Show all lines containing "signWidth" from the data below.

Saved entries
--- --- ---
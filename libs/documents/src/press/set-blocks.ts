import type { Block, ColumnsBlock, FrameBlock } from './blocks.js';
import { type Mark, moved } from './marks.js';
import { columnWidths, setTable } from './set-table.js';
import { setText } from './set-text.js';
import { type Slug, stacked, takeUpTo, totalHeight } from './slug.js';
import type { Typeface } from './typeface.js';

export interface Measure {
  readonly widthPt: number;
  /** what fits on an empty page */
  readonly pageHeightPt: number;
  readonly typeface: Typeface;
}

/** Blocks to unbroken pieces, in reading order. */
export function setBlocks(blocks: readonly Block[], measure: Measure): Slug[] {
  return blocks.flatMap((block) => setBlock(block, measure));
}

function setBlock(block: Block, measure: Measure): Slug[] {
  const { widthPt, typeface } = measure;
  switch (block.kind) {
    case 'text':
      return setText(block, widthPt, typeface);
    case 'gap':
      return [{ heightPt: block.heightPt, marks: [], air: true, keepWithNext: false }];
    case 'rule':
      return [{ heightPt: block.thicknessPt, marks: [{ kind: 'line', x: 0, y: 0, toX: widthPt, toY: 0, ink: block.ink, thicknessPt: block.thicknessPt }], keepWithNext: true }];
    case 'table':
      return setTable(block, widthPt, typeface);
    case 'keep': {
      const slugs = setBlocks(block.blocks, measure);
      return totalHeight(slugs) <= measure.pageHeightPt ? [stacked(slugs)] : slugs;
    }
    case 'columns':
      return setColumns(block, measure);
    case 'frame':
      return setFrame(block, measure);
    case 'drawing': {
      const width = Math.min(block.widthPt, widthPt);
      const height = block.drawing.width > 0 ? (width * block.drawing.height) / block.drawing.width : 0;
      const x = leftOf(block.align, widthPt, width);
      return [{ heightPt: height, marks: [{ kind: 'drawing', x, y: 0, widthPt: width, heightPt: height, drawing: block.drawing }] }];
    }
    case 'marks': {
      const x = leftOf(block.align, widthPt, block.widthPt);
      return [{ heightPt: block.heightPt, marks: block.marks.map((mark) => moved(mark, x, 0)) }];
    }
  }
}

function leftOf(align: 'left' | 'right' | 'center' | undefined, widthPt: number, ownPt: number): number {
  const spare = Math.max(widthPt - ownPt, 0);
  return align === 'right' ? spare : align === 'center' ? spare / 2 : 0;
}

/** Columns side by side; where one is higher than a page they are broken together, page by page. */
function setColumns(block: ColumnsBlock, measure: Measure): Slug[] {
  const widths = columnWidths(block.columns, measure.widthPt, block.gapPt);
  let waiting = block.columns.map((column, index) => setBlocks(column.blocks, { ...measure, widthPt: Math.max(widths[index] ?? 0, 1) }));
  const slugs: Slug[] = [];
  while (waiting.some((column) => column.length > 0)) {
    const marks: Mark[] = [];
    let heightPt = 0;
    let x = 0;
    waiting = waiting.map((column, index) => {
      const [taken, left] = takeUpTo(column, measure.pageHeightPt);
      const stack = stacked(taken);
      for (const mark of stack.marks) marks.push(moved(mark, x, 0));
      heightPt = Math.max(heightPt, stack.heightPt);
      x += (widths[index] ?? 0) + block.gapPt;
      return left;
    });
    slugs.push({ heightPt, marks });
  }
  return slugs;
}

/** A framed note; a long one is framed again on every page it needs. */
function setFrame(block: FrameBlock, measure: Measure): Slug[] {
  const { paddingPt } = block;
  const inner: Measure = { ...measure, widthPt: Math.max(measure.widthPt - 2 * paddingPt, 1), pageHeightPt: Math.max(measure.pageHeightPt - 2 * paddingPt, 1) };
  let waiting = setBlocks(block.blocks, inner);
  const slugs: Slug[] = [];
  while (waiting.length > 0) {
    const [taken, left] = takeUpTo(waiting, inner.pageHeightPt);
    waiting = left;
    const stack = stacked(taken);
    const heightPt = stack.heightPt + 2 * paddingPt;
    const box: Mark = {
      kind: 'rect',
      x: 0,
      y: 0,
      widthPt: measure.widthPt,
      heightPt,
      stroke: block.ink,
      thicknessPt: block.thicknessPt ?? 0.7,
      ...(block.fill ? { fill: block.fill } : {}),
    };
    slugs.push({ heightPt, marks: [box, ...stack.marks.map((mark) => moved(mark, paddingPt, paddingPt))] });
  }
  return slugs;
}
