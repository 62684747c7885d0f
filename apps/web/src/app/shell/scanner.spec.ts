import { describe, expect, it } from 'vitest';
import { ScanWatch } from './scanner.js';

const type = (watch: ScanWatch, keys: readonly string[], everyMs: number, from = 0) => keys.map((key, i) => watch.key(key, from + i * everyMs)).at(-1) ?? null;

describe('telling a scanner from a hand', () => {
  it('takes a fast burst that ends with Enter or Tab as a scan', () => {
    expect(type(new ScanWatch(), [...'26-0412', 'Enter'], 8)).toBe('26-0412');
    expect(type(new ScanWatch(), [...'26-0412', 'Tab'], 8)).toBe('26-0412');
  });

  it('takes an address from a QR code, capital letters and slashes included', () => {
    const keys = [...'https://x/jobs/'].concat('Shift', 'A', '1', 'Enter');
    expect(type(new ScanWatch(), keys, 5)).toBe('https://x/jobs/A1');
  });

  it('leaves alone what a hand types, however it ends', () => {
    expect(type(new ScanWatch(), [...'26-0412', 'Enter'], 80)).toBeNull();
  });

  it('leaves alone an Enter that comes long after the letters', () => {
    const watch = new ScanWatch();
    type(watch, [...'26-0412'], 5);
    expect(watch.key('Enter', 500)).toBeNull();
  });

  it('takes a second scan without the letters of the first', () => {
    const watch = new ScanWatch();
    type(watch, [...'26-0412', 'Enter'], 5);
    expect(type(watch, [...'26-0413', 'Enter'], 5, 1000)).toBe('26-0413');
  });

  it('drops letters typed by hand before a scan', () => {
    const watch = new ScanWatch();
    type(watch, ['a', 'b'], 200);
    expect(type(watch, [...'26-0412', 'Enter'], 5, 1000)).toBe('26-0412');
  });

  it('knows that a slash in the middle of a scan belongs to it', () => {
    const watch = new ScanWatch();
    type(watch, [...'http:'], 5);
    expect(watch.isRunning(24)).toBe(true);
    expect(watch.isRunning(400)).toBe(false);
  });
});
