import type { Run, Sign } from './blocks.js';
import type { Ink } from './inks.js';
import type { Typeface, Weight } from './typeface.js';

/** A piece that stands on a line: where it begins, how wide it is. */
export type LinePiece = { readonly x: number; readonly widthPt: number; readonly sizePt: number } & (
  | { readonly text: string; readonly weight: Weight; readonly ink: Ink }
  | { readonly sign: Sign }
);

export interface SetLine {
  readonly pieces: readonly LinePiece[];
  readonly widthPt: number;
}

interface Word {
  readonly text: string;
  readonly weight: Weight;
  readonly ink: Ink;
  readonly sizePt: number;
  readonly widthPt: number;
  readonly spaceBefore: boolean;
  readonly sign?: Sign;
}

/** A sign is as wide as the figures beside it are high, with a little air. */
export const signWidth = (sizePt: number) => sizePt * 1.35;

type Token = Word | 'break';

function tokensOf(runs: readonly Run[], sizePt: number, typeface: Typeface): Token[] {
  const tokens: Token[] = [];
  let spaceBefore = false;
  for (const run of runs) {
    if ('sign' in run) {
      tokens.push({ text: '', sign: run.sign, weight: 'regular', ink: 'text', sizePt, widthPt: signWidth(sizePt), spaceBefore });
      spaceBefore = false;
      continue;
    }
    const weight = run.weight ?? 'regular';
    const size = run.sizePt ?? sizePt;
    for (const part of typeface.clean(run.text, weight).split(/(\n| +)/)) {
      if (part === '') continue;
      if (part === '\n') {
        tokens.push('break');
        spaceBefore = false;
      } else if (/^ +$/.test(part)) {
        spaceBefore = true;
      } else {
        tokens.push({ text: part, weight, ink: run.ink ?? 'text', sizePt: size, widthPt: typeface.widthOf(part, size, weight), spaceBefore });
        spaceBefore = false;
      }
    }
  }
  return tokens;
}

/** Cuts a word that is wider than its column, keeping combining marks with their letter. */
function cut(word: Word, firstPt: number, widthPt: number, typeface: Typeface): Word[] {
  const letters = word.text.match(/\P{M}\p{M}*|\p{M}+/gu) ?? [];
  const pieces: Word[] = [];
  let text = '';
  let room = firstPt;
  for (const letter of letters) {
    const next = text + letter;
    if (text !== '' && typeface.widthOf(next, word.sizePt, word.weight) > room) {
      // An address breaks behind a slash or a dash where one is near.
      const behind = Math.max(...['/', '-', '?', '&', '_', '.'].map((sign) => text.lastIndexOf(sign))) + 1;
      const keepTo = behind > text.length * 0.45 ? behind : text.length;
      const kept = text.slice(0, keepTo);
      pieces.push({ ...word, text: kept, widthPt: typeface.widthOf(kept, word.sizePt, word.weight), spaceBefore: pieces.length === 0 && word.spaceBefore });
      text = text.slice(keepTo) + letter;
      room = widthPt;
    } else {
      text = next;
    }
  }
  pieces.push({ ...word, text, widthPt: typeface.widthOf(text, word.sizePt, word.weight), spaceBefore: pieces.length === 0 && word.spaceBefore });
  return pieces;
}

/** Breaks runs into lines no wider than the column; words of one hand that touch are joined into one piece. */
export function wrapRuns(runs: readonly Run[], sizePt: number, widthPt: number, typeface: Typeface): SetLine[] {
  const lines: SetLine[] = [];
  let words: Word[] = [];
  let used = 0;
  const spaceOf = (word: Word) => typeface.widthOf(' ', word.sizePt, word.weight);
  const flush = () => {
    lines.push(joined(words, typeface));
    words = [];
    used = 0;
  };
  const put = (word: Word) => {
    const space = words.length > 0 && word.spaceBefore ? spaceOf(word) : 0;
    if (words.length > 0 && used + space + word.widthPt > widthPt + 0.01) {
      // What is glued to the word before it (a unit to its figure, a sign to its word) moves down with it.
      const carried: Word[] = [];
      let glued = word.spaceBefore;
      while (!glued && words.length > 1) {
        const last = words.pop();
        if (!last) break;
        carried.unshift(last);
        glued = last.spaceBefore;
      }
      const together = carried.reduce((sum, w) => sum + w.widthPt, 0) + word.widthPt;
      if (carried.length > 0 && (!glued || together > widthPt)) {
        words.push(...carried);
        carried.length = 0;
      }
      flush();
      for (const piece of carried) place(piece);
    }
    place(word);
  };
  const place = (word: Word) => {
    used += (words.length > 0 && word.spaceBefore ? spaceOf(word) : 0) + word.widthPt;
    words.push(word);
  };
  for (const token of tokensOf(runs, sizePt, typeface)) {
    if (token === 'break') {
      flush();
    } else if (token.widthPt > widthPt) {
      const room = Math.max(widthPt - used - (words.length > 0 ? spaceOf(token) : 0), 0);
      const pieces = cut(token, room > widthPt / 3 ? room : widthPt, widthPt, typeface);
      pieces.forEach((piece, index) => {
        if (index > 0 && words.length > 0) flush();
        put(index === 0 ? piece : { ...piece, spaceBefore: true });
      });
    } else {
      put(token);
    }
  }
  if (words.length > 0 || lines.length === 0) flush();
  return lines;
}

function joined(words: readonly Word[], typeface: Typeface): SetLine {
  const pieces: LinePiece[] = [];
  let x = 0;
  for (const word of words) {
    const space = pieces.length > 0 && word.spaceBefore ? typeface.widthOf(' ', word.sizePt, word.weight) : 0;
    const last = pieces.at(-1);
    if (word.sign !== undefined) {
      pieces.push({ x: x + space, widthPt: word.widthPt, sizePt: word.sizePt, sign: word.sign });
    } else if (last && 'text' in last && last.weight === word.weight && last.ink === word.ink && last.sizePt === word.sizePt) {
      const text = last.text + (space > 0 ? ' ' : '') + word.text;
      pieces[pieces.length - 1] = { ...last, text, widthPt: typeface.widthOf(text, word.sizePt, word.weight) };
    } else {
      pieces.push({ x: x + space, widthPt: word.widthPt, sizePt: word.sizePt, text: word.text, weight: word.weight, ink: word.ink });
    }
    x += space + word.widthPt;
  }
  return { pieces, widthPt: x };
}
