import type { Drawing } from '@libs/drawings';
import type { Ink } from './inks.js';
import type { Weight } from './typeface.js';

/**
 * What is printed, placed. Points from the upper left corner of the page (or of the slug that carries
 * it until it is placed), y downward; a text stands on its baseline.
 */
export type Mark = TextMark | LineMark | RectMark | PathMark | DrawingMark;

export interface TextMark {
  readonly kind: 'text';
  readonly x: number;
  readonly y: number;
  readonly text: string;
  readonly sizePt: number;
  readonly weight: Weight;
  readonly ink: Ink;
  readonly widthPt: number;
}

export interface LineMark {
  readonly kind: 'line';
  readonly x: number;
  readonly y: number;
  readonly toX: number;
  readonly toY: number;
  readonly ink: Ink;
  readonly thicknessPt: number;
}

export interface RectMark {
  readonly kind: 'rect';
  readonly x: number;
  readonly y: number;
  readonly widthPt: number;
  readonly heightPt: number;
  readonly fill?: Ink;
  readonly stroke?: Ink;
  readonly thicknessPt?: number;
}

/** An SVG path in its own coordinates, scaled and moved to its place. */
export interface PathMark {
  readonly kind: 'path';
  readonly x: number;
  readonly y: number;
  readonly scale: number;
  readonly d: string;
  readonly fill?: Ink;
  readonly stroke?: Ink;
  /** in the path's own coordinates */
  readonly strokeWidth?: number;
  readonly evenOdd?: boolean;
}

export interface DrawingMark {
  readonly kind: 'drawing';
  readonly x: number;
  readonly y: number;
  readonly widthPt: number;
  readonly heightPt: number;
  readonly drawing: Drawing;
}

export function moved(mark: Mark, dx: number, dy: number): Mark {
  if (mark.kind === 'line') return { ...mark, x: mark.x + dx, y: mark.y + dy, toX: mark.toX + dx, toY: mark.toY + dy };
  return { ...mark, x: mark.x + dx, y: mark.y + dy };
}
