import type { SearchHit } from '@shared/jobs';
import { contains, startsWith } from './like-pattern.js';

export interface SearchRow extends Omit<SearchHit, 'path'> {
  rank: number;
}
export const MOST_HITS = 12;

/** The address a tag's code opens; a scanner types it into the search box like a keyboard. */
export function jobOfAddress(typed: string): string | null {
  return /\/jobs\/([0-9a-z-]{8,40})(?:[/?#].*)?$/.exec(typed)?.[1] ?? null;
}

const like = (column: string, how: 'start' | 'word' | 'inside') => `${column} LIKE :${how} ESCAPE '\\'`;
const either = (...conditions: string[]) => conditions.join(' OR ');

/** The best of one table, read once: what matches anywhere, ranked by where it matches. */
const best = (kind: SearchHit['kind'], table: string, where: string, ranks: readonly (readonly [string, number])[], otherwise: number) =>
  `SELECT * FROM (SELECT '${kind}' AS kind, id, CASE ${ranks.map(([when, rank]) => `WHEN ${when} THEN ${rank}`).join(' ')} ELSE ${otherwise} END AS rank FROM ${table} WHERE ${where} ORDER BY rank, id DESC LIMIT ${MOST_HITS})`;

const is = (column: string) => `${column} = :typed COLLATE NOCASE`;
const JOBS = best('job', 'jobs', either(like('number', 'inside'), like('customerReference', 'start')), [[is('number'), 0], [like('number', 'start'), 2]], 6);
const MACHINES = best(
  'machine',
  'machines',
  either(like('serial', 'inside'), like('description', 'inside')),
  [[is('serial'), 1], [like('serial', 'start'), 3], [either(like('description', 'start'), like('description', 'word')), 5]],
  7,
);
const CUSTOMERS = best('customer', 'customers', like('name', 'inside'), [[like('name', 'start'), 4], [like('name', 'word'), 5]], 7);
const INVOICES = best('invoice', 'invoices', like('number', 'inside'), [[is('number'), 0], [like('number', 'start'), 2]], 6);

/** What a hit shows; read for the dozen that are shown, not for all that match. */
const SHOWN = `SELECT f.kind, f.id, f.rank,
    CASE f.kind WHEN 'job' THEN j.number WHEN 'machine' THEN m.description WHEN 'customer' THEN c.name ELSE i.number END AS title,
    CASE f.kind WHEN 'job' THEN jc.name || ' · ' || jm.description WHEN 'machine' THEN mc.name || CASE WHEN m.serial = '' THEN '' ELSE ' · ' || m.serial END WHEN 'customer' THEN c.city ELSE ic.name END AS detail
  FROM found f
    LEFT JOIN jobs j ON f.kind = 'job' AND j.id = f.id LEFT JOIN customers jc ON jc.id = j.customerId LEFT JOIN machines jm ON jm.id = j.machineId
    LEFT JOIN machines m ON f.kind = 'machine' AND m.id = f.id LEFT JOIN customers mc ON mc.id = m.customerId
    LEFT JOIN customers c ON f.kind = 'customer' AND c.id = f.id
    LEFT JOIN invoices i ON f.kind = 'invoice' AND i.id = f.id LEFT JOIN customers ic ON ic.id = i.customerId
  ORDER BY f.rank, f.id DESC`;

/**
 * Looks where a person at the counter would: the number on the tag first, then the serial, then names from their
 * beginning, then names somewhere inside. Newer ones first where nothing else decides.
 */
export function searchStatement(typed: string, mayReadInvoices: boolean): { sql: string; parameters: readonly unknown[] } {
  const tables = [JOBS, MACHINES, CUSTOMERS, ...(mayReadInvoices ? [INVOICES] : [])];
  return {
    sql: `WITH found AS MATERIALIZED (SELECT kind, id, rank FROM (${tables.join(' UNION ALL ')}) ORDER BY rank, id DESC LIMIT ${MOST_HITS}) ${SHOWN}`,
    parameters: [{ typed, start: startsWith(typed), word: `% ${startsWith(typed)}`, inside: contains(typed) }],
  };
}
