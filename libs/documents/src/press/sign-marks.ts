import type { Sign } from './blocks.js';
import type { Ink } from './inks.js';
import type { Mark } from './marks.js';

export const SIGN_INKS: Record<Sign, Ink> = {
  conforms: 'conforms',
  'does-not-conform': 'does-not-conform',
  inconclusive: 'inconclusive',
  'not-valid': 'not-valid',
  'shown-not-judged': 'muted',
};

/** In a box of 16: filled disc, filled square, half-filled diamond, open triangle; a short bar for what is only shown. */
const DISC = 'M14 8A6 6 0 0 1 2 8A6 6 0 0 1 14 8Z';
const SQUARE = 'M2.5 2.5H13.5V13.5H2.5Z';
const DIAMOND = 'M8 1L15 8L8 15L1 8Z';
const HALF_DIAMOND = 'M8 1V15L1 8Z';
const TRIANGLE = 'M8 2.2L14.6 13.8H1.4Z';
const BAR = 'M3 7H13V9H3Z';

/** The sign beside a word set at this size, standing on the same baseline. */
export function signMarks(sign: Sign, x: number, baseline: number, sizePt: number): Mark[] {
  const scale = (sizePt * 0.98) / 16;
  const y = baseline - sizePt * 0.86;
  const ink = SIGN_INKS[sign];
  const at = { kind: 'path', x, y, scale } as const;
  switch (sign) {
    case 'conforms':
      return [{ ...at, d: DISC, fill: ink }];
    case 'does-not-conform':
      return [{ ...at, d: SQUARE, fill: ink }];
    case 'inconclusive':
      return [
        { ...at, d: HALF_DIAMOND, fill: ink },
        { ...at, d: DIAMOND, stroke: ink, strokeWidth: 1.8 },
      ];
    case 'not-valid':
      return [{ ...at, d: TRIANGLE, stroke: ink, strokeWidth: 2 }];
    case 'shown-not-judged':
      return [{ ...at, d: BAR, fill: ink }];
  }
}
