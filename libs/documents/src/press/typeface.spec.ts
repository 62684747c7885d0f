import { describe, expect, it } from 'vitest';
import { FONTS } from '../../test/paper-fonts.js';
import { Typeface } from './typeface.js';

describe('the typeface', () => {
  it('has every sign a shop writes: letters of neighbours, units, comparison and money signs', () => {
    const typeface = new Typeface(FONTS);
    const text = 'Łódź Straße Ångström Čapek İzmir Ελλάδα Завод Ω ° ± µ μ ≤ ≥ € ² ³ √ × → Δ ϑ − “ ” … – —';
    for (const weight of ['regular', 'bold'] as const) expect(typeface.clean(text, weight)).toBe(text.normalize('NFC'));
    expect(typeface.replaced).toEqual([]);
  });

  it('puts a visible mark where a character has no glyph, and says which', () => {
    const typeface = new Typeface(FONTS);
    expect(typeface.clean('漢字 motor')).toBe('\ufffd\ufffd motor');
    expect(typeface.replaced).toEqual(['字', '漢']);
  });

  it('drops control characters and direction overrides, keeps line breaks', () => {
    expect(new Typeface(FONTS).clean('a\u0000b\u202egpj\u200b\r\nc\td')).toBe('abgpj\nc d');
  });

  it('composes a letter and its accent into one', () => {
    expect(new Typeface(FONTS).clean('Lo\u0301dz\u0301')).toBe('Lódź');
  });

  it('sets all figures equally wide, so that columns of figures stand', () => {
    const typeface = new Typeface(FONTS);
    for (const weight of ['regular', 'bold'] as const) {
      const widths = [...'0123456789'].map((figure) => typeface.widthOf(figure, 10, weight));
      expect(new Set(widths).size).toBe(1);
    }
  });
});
--- --- ---
- **REPLY**:
export const signWidth = (sizePt: number) => sizePt * 1.35;
      tokens.push({ text: '', sign: run.sign, weight: 'regular', ink: 'text', sizePt, widthPt: signWidth(sizePt), spaceBefore });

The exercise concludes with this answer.